Report how many lines in the entries below hold the word "same". Your answer is that number alone.

Source data below:

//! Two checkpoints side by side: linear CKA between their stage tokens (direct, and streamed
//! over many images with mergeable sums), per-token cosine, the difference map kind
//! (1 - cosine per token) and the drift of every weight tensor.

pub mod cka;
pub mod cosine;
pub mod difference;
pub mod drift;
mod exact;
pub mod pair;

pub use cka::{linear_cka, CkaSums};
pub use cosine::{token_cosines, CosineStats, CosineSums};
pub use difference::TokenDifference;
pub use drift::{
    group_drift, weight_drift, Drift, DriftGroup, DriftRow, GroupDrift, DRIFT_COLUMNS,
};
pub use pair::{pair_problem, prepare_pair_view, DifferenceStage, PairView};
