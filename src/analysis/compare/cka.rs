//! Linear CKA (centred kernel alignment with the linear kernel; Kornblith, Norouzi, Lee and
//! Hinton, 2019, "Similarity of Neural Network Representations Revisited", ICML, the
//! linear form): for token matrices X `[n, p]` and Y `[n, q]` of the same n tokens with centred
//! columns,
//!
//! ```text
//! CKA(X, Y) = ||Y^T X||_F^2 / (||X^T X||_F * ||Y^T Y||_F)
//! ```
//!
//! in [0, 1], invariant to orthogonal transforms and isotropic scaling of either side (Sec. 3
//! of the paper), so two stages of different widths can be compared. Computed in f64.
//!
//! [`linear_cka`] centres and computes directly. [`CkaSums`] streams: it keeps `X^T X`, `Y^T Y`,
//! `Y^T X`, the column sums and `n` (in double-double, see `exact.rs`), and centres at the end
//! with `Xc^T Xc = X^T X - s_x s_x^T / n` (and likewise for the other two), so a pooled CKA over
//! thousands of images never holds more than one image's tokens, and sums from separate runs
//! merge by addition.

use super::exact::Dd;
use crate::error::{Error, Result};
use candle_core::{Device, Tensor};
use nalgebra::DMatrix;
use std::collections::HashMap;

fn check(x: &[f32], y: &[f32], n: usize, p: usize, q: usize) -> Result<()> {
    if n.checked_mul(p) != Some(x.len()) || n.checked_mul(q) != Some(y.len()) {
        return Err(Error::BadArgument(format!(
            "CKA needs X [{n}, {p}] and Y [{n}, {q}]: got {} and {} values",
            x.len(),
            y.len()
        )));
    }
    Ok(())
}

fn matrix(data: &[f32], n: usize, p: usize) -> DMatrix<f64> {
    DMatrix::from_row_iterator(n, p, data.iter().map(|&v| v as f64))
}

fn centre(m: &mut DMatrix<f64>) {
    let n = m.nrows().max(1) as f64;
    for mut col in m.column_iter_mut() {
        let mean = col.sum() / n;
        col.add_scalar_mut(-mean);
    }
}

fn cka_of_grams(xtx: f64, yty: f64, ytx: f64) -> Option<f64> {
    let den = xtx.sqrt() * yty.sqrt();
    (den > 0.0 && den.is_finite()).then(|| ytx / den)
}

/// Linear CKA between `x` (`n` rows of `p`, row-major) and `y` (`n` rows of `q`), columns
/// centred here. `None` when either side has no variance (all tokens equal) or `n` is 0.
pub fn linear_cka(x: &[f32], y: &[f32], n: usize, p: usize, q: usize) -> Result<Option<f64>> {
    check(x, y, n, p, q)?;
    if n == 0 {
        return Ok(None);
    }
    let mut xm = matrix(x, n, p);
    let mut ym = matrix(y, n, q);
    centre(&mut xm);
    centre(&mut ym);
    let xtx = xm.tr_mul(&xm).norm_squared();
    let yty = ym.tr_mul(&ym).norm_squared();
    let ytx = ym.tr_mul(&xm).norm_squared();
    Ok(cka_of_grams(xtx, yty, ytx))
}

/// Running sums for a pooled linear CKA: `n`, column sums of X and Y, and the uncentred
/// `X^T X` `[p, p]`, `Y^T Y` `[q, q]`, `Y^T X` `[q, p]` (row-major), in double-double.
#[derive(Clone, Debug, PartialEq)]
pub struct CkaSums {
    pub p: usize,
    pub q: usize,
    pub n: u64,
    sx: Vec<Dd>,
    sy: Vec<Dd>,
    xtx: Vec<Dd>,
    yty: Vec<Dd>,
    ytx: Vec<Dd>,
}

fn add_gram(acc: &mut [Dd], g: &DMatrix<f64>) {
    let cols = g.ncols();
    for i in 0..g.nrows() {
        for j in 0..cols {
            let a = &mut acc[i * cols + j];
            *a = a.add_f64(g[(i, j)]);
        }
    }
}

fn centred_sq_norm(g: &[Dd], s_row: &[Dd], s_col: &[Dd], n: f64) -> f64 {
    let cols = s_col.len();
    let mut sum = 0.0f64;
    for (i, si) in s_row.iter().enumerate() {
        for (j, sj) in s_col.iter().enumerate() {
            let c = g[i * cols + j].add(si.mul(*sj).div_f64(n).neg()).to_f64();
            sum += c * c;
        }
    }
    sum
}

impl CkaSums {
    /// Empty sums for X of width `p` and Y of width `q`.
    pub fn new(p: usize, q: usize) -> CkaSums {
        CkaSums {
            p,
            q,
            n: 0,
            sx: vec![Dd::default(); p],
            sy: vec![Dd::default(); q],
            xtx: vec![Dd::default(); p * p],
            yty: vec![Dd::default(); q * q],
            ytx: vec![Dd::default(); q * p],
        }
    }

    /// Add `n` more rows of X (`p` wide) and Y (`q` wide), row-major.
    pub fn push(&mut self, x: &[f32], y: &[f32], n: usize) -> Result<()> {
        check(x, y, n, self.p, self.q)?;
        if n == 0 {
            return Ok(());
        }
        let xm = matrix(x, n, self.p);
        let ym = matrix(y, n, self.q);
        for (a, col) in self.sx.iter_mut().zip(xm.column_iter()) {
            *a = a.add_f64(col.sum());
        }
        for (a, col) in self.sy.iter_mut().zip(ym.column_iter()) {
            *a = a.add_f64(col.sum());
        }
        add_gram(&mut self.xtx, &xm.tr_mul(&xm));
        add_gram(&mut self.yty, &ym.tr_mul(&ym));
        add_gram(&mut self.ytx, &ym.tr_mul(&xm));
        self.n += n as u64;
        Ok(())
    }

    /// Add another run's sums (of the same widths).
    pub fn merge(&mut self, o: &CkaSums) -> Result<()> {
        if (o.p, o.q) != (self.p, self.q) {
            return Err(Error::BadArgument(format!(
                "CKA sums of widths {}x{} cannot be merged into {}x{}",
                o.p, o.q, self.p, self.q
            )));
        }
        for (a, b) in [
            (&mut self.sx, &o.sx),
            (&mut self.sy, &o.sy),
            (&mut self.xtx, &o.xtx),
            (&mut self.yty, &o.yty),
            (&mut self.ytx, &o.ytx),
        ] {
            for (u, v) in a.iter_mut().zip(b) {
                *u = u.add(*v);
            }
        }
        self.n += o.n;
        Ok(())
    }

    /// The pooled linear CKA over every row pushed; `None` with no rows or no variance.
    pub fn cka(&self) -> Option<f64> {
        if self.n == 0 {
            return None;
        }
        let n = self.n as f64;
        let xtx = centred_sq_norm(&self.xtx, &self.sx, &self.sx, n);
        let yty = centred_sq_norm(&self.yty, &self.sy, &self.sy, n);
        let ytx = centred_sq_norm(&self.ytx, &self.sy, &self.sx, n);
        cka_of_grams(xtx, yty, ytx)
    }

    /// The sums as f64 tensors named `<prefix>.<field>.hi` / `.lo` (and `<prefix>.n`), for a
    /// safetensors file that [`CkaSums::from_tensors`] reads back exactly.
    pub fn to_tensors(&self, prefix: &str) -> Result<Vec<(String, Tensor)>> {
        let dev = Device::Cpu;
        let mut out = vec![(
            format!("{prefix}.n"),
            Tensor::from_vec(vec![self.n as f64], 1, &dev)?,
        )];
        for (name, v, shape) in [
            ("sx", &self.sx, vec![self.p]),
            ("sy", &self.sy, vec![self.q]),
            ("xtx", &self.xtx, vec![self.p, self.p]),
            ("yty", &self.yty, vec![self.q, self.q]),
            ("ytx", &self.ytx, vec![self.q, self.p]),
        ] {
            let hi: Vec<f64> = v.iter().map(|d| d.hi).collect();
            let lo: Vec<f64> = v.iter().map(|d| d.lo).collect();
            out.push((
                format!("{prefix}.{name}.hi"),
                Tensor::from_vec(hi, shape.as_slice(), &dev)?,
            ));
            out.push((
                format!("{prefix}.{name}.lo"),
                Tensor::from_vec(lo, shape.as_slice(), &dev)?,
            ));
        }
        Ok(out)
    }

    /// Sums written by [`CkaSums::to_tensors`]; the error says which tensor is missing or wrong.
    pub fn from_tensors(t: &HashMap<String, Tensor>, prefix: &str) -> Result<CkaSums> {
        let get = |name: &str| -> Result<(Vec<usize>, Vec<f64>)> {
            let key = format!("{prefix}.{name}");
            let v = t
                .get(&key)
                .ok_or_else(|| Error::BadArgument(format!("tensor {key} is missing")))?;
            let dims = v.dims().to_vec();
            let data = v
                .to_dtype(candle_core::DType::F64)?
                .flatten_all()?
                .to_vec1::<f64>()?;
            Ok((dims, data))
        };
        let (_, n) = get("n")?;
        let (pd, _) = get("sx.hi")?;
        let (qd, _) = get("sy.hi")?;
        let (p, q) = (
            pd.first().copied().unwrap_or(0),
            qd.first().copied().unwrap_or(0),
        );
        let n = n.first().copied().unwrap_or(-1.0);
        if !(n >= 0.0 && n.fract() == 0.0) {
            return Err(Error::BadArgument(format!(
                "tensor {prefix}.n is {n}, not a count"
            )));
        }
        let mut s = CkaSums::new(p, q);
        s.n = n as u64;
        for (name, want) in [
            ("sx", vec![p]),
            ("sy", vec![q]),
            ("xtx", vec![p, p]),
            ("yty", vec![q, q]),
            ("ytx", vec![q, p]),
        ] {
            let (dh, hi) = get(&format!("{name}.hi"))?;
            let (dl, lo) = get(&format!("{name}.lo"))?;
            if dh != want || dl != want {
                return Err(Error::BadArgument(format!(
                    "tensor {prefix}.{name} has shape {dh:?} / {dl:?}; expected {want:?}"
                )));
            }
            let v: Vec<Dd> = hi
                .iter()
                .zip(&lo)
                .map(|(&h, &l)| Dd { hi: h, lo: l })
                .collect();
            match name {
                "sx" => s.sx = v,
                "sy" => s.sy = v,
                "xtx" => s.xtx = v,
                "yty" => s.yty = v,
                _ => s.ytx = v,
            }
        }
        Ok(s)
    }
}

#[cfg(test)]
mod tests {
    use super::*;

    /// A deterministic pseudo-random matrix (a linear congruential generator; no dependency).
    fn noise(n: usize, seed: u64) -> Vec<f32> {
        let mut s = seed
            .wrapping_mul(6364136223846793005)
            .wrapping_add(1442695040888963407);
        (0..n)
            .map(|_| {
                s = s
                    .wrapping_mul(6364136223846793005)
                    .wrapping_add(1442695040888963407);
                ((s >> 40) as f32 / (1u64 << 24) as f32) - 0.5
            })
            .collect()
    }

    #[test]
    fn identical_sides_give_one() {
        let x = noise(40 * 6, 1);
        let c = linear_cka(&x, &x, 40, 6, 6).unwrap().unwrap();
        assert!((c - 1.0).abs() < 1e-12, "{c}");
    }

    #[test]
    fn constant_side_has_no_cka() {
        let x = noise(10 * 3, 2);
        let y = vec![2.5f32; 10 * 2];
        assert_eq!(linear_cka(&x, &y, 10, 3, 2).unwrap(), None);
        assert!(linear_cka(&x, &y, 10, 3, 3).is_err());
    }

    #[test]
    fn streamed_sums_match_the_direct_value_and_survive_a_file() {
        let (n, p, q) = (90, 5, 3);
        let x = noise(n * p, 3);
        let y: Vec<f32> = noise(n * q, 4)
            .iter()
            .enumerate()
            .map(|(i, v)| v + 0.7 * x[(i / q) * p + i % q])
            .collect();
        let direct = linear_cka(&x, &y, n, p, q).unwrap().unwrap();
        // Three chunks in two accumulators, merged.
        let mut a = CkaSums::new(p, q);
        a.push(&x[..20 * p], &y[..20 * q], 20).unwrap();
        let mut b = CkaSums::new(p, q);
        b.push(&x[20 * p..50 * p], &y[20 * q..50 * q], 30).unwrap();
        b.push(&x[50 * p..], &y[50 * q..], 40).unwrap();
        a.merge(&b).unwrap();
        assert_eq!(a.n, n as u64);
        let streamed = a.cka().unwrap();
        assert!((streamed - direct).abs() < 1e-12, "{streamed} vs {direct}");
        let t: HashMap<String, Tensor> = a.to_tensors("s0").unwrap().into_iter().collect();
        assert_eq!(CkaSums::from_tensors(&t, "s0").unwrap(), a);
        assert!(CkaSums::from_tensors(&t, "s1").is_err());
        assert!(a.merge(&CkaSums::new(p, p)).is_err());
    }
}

End of Source data.
Source data below:

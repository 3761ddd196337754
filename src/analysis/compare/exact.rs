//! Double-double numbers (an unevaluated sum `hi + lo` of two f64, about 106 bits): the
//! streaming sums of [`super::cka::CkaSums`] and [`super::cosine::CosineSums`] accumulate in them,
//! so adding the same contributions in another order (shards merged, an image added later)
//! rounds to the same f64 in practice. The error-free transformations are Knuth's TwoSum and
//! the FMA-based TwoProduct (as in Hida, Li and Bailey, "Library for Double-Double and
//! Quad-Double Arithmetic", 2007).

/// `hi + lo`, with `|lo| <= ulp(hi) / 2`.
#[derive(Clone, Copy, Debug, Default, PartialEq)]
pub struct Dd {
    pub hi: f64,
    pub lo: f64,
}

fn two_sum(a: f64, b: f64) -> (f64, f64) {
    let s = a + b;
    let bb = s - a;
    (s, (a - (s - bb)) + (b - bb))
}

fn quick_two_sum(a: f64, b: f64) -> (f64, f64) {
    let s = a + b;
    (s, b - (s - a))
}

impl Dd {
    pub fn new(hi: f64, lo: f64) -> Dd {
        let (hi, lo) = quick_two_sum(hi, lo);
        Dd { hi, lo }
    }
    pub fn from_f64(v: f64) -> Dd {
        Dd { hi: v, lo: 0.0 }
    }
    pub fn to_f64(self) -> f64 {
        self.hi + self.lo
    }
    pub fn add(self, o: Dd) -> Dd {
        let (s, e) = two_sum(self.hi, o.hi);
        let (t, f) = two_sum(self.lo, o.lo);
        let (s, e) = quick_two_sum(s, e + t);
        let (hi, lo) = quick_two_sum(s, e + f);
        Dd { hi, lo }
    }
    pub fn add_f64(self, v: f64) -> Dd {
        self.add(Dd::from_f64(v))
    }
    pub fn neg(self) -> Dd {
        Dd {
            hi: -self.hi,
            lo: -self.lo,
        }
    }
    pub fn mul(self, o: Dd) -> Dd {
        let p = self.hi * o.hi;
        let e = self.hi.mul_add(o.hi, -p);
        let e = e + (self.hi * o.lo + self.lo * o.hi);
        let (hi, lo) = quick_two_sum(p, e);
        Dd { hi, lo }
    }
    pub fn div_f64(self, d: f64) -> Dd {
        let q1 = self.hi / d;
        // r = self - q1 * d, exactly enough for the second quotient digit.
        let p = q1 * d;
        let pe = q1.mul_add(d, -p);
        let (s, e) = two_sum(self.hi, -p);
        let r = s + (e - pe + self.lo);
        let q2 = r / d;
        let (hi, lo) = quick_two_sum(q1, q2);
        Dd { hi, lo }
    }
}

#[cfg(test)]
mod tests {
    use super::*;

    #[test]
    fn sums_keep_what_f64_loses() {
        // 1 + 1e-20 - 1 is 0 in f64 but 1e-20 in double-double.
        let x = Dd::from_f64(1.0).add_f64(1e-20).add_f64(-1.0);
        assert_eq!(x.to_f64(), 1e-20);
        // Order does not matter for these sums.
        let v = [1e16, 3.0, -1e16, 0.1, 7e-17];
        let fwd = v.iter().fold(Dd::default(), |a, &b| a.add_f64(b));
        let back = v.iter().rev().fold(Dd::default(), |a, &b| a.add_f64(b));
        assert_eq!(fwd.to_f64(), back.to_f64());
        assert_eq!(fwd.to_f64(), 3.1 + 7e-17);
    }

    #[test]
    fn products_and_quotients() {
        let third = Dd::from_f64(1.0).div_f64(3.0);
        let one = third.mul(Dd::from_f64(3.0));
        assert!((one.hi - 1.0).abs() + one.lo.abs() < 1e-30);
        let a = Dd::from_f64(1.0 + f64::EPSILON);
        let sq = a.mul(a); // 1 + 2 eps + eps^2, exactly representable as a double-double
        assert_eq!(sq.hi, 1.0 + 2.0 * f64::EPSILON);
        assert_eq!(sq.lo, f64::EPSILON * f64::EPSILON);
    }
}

End of Source data.

Final answer:
4